If only the children understood that Dale had always been heading west, that it was the only direction that ever got him anywhere. Like all those other children before them, Harrison and Claire had four directions to choose from, not just one, and they were determined to try them all. That’s what happens when you’ve got no direction, you meander.
By the time Dale limped back to the highway, Harrison and Claire could no longer be seen looking back, measuring their distance. But Dale paid no attention to the children’s progress. He knew they’d run out of options in the desert, that they’d have to come back. Wasn’t much the desert was gonna do for them.
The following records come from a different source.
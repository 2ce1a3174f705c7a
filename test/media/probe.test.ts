import { afterAll, beforeAll, describe, expect, it } from 'vitest';
import { readFileSync, writeFileSync } from 'node:fs';
import { join } from 'node:path';
import { isVariableFrameRate, parseRate, probeMedia, probeVideo } from '../../src/media/probe.js';
import { KerrError } from '../../src/errors.js';
import { ffmpeg, ffprobeDecodedFrameCount, ffprobeStreams, makeClip, tempDir } from '../helpers/makeClip.js';
import { benchClip } from '../helpers/referenceData.js';
import { OUTSIDE } from '../setup/outsideSources.js';


async function probeError(path: string): Promise<KerrError> {
  try {
    await probeVideo(path);
  } catch (e) {
    if (e instanceof KerrError) return e;
    throw e;
  }
  throw new Error(`expected ${path} to be refused`);
}

describe('probeVideo against ffprobe', { tags: [OUTSIDE.ffprobe] }, () => {
  let tmp: Awaited<ReturnType<typeof tempDir>>;
  beforeAll(async () => { tmp = await tempDir('probe'); });
  afterAll(async () => { await tmp.cleanup(); });

  const sizes = [
    { width: 160, height: 120, fps: 30, durationS: 2 },
    { width: 320, height: 240, fps: 25, durationS: 1.6 },
    { width: 200, height: 150, fps: 60, durationS: 1 },
  ];
  it.each(sizes)('$width x $height at $fps fps: size, frames, rates and duration agree with ffprobe', async (spec) => {
    const clip = await makeClip(tmp.dir, `c${spec.width}.mp4`, { ...spec, tags: { range: 'tv', matrix: 'bt709', transfer: 'bt709', primaries: 'bt709' } });
    const info = await probeVideo(clip);
    const ref = await ffprobeStreams(clip);
    const s = ref.streams[0]!;
    expect([info.width, info.height]).toEqual([s.width, s.height]);
    expect(info.frameCount).toBe(await ffprobeDecodedFrameCount(clip));
    expect(info.frameCount).toBe(Math.round(spec.fps * spec.durationS)); // lavfi made exactly this many
    expect(info.nominalFps).toBeCloseTo(parseRate(s.r_frame_rate)!, 9);
    expect(info.meanFps).toBeCloseTo(spec.fps, 3);
    expect(info.durationS).toBeCloseTo(Number(s.duration), 6);
    expect(info.variableFrameRate).toBe(false);
    expect(info.rotationDeg).toBe(0);
    expect(info.codec).toBe('h264');
    expect(info.container).toBe(ref.format.format_name);
    expect(info.pixelFormat).toBe('yuv420p');
    expect(info.bitDepth).toBe(8);
    expect(info.colourRange).toBe('limited');
    expect(info.colourTransfer).toBe('bt709');
    expect(info.colourMatrix).toBe('bt709');
    expect(info.colourPrimaries).toBe('bt709');
  });

  it('applies rotation metadata: a 90° clip is reported at its displayed size', async () => {
    const clip = await makeClip(tmp.dir, 'rot.mp4', { width: 160, height: 96, fps: 10, durationS: 1, rotate: 90 });
    const info = await probeVideo(clip);
    const ref = await ffprobeStreams(clip);
    const s = ref.streams[0]!;
    const ccw = s.side_data_list?.find((d) => d.rotation !== undefined)?.rotation;
    expect(ccw).toBeDefined();
    expect(info.rotationDeg).toBe(((-ccw! % 360) + 360) % 360);
    expect([info.codedWidth, info.codedHeight]).toEqual([s.width, s.height]);
    expect([info.width, info.height]).toEqual([s.height, s.width]);
  });

  it('flags variable frame rate and reads a full-range JPEG-style stream as full range', async () => {
    const vfr = await makeClip(tmp.dir, 'vfr.mp4', { width: 160, height: 120, fps: 30, durationS: 2, vfr: true });
    const p = await probeMedia(vfr);
    expect(p.info.variableFrameRate).toBe(true);
    expect(p.frameIntervalS!.max).toBeGreaterThan(2 * p.frameIntervalS!.min);
    expect(p.info.frameCount).toBe(await ffprobeDecodedFrameCount(vfr));
    const full = await makeClip(tmp.dir, 'full.mp4', { width: 160, height: 120, fps: 10, durationS: 1, pixFmt: 'yuvj420p' });
    expect((await probeVideo(full)).colourRange).toBe('full');
  });

  it('counts frames when the container does not list them (Matroska)', async () => {
    const mp4 = await makeClip(tmp.dir, 'm.mp4', { width: 160, height: 120, fps: 15, durationS: 2 });
    const mkv = join(tmp.dir, 'm.mkv');
    await ffmpeg(['-i', mp4, '-c', 'copy', mkv]);
    const info = await probeVideo(mkv);
    expect(info.frameCountCounted).toBe(true);
    expect(info.frameCount).toBe(await ffprobeDecodedFrameCount(mkv));
  });

  it('reads the variable-frame-rate bench clip as VFR with its 1/60 s tick and longest interval (bench-clips truth.json: maxFrameInterval_s)', { tags: [OUTSIDE.vfr] }, async () => {
    const truth = JSON.parse(readFileSync(benchClip('vfr_past_halfwave').truth, 'utf8')) as { maxFrameInterval_s: number };
    const p = await probeMedia(benchClip('vfr_past_halfwave').clip);
    expect(p.info.variableFrameRate).toBe(true);
    expect(p.frameIntervalS!.min).toBeCloseTo(1 / 60, 4);
    expect(p.frameIntervalS!.max).toBeCloseTo(truth.maxFrameInterval_s, 4);
    const cfr = await probeVideo(benchClip('green_ramps').clip);
    expect(cfr.variableFrameRate).toBe(false);
    expect(cfr.nominalFps).toBe(30);
  });
});

describe('probeVideo refuses bad input with one clear error', () => {
  let tmp: Awaited<ReturnType<typeof tempDir>>;
  beforeAll(async () => { tmp = await tempDir('probe-bad'); });
  afterAll(async () => { await tmp.cleanup(); });

  it('a missing file: FILE_NOT_FOUND', async () => {
    const e = await probeError(join(tmp.dir, 'nope.mp4'));
    expect(e.code).toBe('FILE_NOT_FOUND');
    expect(e.hint).toBeTruthy();
  });

  it('an empty file: NOT_A_VIDEO saying it is empty', async () => {
    const p = join(tmp.dir, 'empty.mp4');
    writeFileSync(p, '');
    const e = await probeError(p);
    expect(e.code).toBe('NOT_A_VIDEO');
    expect(e.message).toMatch(/empty/);
  });

  it('a text file: NOT_A_VIDEO', async () => {
    const p = join(tmp.dir, 'notes.txt');
    writeFileSync(p, 'time_s,voltage_V\n0,0\n1,100\n');
    const e = await probeError(p);
    expect(e.code).toBe('NOT_A_VIDEO');
    expect(e.message).not.toMatch(/\n/);
  });

  it('a folder: NOT_A_VIDEO', async () => {
    expect((await probeError(tmp.dir)).code).toBe('NOT_A_VIDEO');
  });

  it('an MP4 cut in half with its index at the end: TRUNCATED_MEDIA', async () => {
    const clip = await makeClip(tmp.dir, 'cut.mp4', { width: 160, height: 120, durationS: 2, faststart: false, truncateFraction: 0.5 });
    const e = await probeError(clip);
    expect(e.code).toBe('TRUNCATED_MEDIA');
  });

  it('an MP4 cut in half with its index in front probes, with a note that the data ends early', async () => {
    const clip = await makeClip(tmp.dir, 'cut-fs.mp4', { width: 160, height: 120, durationS: 2, truncateFraction: 0.5 });
    const p = await probeMedia(clip);
    expect(p.endsEarly).toBe(true);
    expect(p.expectedFrames).toBe(60);
    expect(p.notes.join(' ')).toMatch(/ends early/);
  });

  it('an audio-only file: NOT_A_VIDEO (no video stream)', async () => {
    const p = join(tmp.dir, 'tone.m4a');
    await ffmpeg(['-f', 'lavfi', '-i', 'sine=duration=0.5', p]);
    const e = await probeError(p);
    expect(e.code).toBe('NOT_A_VIDEO');
    expect(e.message).toMatch(/no video stream/);
  });

  it('a still image: NOT_A_VIDEO pointing to the stills command', async () => {
    const p = join(tmp.dir, 'still.png');
    await ffmpeg(['-f', 'lavfi', '-i', 'color=c=gray:s=32x32', '-frames:v', '1', p]);
    const e = await probeError(p);
    expect(e.code).toBe('NOT_A_VIDEO');
    expect(e.hint).toMatch(/stills/);
    expect(readFileSync(p).length).toBeGreaterThan(0);
  });
});

describe('helpers', () => {
  it('parseRate reads ffprobe rationals', () => {
    expect(parseRate('30000/1001')).toBeCloseTo(29.97003, 5);
    expect(parseRate('0/0')).toBeNull();
    expect(parseRate(undefined)).toBeNull();
  });

  it('isVariableFrameRate ignores one dropped frame and timestamp rounding but not a spread', () => {
    const tick = 1 / 1000;
    const rounded = Float64Array.from({ length: 300 }, (_, i) => (i % 3 === 0 ? 0.034 : 0.033));
    expect(isVariableFrameRate(rounded, 0.033, tick)).toBe(false);
    const oneDrop = Float64Array.from({ length: 300 }, (_, i) => (i === 100 ? 0.0667 : 0.0333));
    expect(isVariableFrameRate(oneDrop, 0.0333, 0)).toBe(false);
    const spread = Float64Array.from({ length: 300 }, (_, i) => [1, 2, 3][i % 3]! / 60);
    expect(isVariableFrameRate(spread, 2 / 60, 0)).toBe(true);
  });
});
Besides, he was busy, still hunting that dog. His mumbling took shape, as it always does when he exhausts all prior thought and his mind needs to breathe, and his voice curdled as he said, “That dog should be dead already. The dog’s problem is it ran away and lived longer, and now it might outlast me. The only reason it keeps coming round is to remind me it’s still alive.”
Then Dale fired that shotgun into the west, into the direction he figured the dog must have taken, and only faintly did it echo off the mountains. The children probably didn’t hear it.